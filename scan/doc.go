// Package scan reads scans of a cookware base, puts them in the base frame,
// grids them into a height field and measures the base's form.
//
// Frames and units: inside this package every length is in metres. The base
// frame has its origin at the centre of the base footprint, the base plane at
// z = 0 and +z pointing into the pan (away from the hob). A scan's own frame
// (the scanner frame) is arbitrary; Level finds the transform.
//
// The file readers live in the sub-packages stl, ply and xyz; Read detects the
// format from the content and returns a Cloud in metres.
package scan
┄┄┄┄┄┄┄┄┄┄
REQUIRED ACTION
Could you reproduce the lines above, from the one that holds "scan's own frame" through the last, exactly as they stand?

ANSWER BOX
// z = 0 and +z pointing into the pan (away from the hob). A scan's own frame
// (the scanner frame) is arbitrary; Level finds the transform.
//
// The file readers live in the sub-packages stl, ply and xyz; Read detects the
// format from the content and returns a Cloud in metres.
package scan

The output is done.